- _WHAT IS EXPECTED_:
A word-for-word copy of the entries is the only acceptable reply.

#### DATA RECORDS ####

import { auditRepository } from '../audit/audit-repository';
import { DatabaseSessionStore } from '../auth/session-store';
import { usersRepository } from '../auth/users-repository';
import { databaseTarget, loadEnv } from '../config/env';
import { openDatabase } from '../db/connection';
import { systemClock } from '../lib/clock';
import { AppError } from '../lib/errors';
import { outboxRepository } from '../mail/outbox-repository';
import { operatorService } from '../operator/operator-service';

const USAGE = `Usage: npm run operator -- <command> <email>
  disable-account <email>   switch the account off in every lab and end its sessions
  enable-account <email>    switch it on again
  grant <email>             make the account an instance operator
  revoke <email>            end its operator rights`;

/** `npm run operator -- …`: the instance operator's actions from the command line, each audited. */
const [command, email] = process.argv.slice(2);
const commands = ['disable-account', 'enable-account', 'grant', 'revoke'];
if (!command || !email || !commands.includes(command)) {
  console.error(USAGE);
  process.exit(2);
}
const db = await openDatabase(databaseTarget(loadEnv()));
try {
  const operator = operatorService({
    users: usersRepository(db),
    outbox: outboxRepository(db),
    audit: auditRepository(db, () => systemClock.now()),
    sessions: new DatabaseSessionStore(db, () => Date.now()),
  });
  const find = { email: email.toLowerCase() };
  const account =
    command === 'disable-account'
      ? await operator.disable('command line', find)
      : command === 'enable-account'
        ? await operator.enable('command line', find)
        : command === 'grant'
          ? await operator.grant('command line', find)
          : await operator.revoke('command line', find);
  console.log(
    `${account.email}: ${account.active ? 'active' : 'disabled'}${account.operator ? ', instance operator' : ''}; labs: ${account.labs.join(', ') || 'none'}.`,
  );
} catch (error) {
  if (!(error instanceof AppError)) throw error;
  console.error(error.message);
  process.exitCode = 1;
} finally {
  await db.destroy();
}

####

- _THE COMPLETED TASK_:
import { auditRepository } from '../audit/audit-repository';
import { DatabaseSessionStore } from '../auth/session-store';
import { usersRepository } from '../auth/users-repository';
import { databaseTarget, loadEnv } from '../config/env';
import { openDatabase } from '../db/connection';
import { systemClock } from '../lib/clock';
import { AppError } from '../lib/errors';
import { outboxRepository } from '../mail/outbox-repository';
import { operatorService } from '../operator/operator-service';

const USAGE = `Usage: npm run operator -- <command> <email>
  disable-account <email>   switch the account off in every lab and end its sessions
  enable-account <email>    switch it on again
  grant <email>             make the account an instance operator
  revoke <email>            end its operator rights`;

/** `npm run operator -- …`: the instance operator's actions from the command line, each audited. */
const [command, email] = process.argv.slice(2);
const commands = ['disable-account', 'enable-account', 'grant', 'revoke'];
if (!command || !email || !commands.includes(command)) {
  console.error(USAGE);
  process.exit(2);
}
const db = await openDatabase(databaseTarget(loadEnv()));
try {
  const operator = operatorService({
    users: usersRepository(db),
    outbox: outboxRepository(db),
    audit: auditRepository(db, () => systemClock.now()),
    sessions: new DatabaseSessionStore(db, () => Date.now()),
  });
  const find = { email: email.toLowerCase() };
  const account =
    command === 'disable-account'
      ? await operator.disable('command line', find)
      : command === 'enable-account'
        ? await operator.enable('command line', find)
        : command === 'grant'
          ? await operator.grant('command line', find)
          : await operator.revoke('command line', find);
  console.log(
    `${account.email}: ${account.active ? 'active' : 'disabled'}${account.operator ? ', instance operator' : ''}; labs: ${account.labs.join(', ') || 'none'}.`,
  );
} catch (error) {
  if (!(error instanceof AppError)) throw error;
  console.error(error.message);
  process.exitCode = 1;
} finally {
  await db.destroy();
}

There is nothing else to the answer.